Secondly, Anandtech's review is not "proof" of anything. The review provides data and analysis. You can cling to the bolded "potential" statement they make, but Apple didn't make a "mistake" when they printed the standby specs of 200hrs for the 4S vs. 300 for the 4. And herein lies the "enigma" which the engineer that you are should try to decipher. And if you disclosed you precise usage and setup, and qualify your activities on the phone, we could all try together. But assuming all devices have perfect hardware (and that's already a big "if"), you only really attract attention to the following question: "if Anandtech's power consumption numbers are correct - and they basically state that for basically everything but gaming the 4S consumes the same or less than the 4 in terms of power - then why is the device rated for a full 100hrs less of standby than the 4?". Could it be iOS? Within Anandtech's review paradigm, you closely have to look at their wifi hotspot test. They tested just before the power consumption of the device under 3G with downstream data - and in that case it's less than the iP4 by 0.4W which is quite a lot and the greatest difference between the 4 and 4S. Then they use the device as a hotspot and get 0.02 hours less use than with the 4 - ok, that's negligeable because it's like what, 1 minute or whatever. But then they wonder and speculate "It is surprising that despite the peak power advantages above, we didn't see any improvement in our WiFi hotspot test. The only explanation I have is that the power advantage may not be as pronounced if we're not pushing the limits of the wireless interfaces." - as before they had pointed out "Under load however, Apple is bound by the same physical realities as its competitors and the question of battery life becomes one of battery capacity divided by peak power draw." One can speculate that the last 700 pages explain the difference between the 4 and the 4S and that iOS explains the difference between what's expected from peak power calculations of the device vs. real life device usage. I would coin it as a "failed balancing act".
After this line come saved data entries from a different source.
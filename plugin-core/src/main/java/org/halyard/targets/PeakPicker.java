package org.halyard.targets;

import java.util.ArrayList;
import java.util.Comparator;
import java.util.List;
import org.halyard.grid.Grid;
import org.halyard.grid.GridGeometry;
import org.halyard.grid.Progress;

/**
 * Picks the local maxima of a grid that stand above a noise-adaptive threshold.
 *
 * <p><b>Algorithm:</b> the noise sigma is the fourth-difference figure of {@link NoiseEstimate}. Maxima are
 * sought on the grid smoothed by a Gaussian of one cell ({@link GaussianSmoother}), which removes the
 * cell-scale texture of gridded line data that would otherwise give false maxima. A cell is a candidate
 * when its smoothed value exceeds the local level ({@link LocalBackground}, medians of
 * {@value #BACKGROUND_TILE_M} m tiles) by {@code k sigma} and is the largest of the smoothed grid in a
 * square window (ties go to the first cell in row-major order, so a flat top yields one candidate).
 * Candidates are taken strongest first and one closer than the minimum separation to a stronger pick is
 * dropped. The position is refined by a parabola through the cell and its two neighbours along each axis
 * of the smoothed grid (common practice), clamped to half a cell; the amplitude is the vertex of the
 * same parabolas on the grid as given.
 *
 * <p><b>Accuracy:</b> the parabola is exact for a quadratic peak; for analytic-signal peaks sampled at a
 * quarter of the source depth or finer, the bias is a few hundredths of a cell.
 *
 * <p><b>Limitations:</b> maxima on the grid edge or next to a blank are not refined (kept at the cell
 * centre). Ridges (cables) also give maxima; {@link LinearFeatureDetector} labels those.
 *
 * <p><b>Thread safety:</b> stateless.
 */
public final class PeakPicker {

    /** Side of the tiles of the local level, m: several times the width of a compact anomaly. */
    static final double BACKGROUND_TILE_M = 10;
    /** Standard deviation of the smoothing before the maximum test, cells. */
    static final double SMOOTHING_CELLS = 1;

    private PeakPicker() {
    }

    /**
     * The result of a pick.
     *
     * @param peaks     picks, strongest first
     * @param noise     the robust level and spread of the grid, in its unit
     * @param threshold the level a pick had to exceed where the local level equals the grid's median, in the
     *                  grid's unit
     */
    public record Result(List<Peak> peaks, NoiseEstimate noise, double threshold) {
        public Result {
            peaks = List.copyOf(peaks);
        }
    }

    /**
     * Picks the peaks of {@code grid} (any unit; x east, y north, row 0 north).
     *
     * @param progress reports 0 to 100 and is checked for cancellation once a row
     */
    public static Result pick(Grid grid, PeakOptions options, Progress progress) {
        return pick(grid, NoiseEstimate.of(grid), options, progress);
    }

    /**
     * As {@link #pick(Grid, PeakOptions, Progress)} with the grid's noise estimate already made (the
     * estimate sorts the whole grid; a caller that also traces ridges makes it once for both).
     *
     * @param noise {@link NoiseEstimate#of} of {@code grid}, in the grid's unit
     */
    public static Result pick(Grid grid, NoiseEstimate noise, PeakOptions options, Progress progress) {
        double threshold = noise.threshold(options.thresholdFactor());
        double rise = threshold - noise.background();
        Grid smooth = GaussianSmoother.smooth(grid, SMOOTHING_CELLS * grid.geometry().cellSize());
        LocalBackground level = LocalBackground.of(smooth, BACKGROUND_TILE_M, noise.background());
        List<Peak> candidates = new ArrayList<>();
        int w = options.windowCells();
        for (int r = 0; r < grid.rows(); r++) {
            progress.checkCanceled();
            for (int c = 0; c < grid.columns(); c++) {
                float v = smooth.get(c, r);
                if (v > level.at(c, r) + rise && isWindowMaximum(smooth, c, r, w)) {
                    candidates.add(refine(smooth, grid, c, r));
                }
            }
            progress.report(90.0 * (r + 1) / grid.rows());
        }
        candidates.sort(Comparator.comparingDouble(Peak::amplitude).reversed());
        List<Peak> kept = separate(candidates, options.minSeparationM());
        progress.report(100);
        return new Result(kept, noise, threshold);
    }

    /** Whether (c, r) holds the largest value of its window; equal values earlier in row-major order win. */
    static boolean isWindowMaximum(Grid g, int c, int r, int w) {
        float v = g.get(c, r);
        for (int rr = Math.max(0, r - w); rr <= Math.min(g.rows() - 1, r + w); rr++) {
            for (int cc = Math.max(0, c - w); cc <= Math.min(g.columns() - 1, c + w); cc++) {
                float o = g.get(cc, rr);
                boolean earlier = rr < r || (rr == r && cc < c);
                if (o > v || (earlier && o == v)) {
                    return false;
                }
            }
        }
        return true;
    }

    /** Position from the parabolas of {@code pos} at (c, r), amplitude from those of {@code amp}. */
    private static Peak refine(Grid pos, Grid amp, int c, int r) {
        GridGeometry geo = pos.geometry();
        double[][] p = parabolas(pos, c, r), a = parabolas(amp, c, r);
        double x = geo.x(c) + p[0][0] * geo.cellSize();
        double y = geo.y(r) - p[1][0] * geo.cellSize();
        return new Peak(x, y, amp.get(c, r) + a[0][1] + a[1][1], c, r);
    }

    /** The {@link #vertex} along the row and down the column at (c, r); {0, 0} on the edges. */
    private static double[][] parabolas(Grid g, int c, int r) {
        double v = g.get(c, r);
        double[] along = {0, 0};
        double[] down = {0, 0};
        if (c > 0 && c < g.columns() - 1) {
            along = vertex(g.get(c - 1, r), v, g.get(c + 1, r));
        }
        if (r > 0 && r < g.rows() - 1) {
            down = vertex(g.get(c, r - 1), v, g.get(c, r + 1));
        }
        return new double[][] {along, down};
    }

    /**
     * The vertex of the parabola through (-1, a), (0, b), (1, c): {offset, rise above b}, the offset clamped
     * to half a cell; {0, 0} where the three values are not concave or one is blank.
     */
    static double[] vertex(double a, double b, double c) {
        double curvature = a - 2 * b + c;
        if (!(curvature < 0)) {
            return new double[] {0, 0};
        }
        double t = Math.max(-0.5, Math.min(0.5, 0.5 * (a - c) / curvature));
        return new double[] {t, 0.5 * (c - a) * t + 0.5 * curvature * t * t};
    }

    private static List<Peak> separate(List<Peak> sorted, double minSeparation) {
        List<Peak> kept = new ArrayList<>();
        double s2 = minSeparation * minSeparation;
        for (Peak p : sorted) {
            boolean clear = true;
            for (Peak k : kept) {
                double dx = p.x() - k.x(), dy = p.y() - k.y();
                if (dx * dx + dy * dy < s2) {
                    clear = false;
                    break;
                }
            }
            if (clear) {
                kept.add(p);
            }
        }
        return kept;
    }
}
Consequently, side by side under heavy non stop (non 3D intensive) use from 100%, the 4S may even yield slightly better results than the 4, granted*, but as usage spreads over time, the "leak" (conceptually, for the lack of a better term) becomes obvious (and thanks for really allowing me to reflect on this further) and so much so Apple actually accounted for it in their specs.
(*) periodical maintenance required with some options off.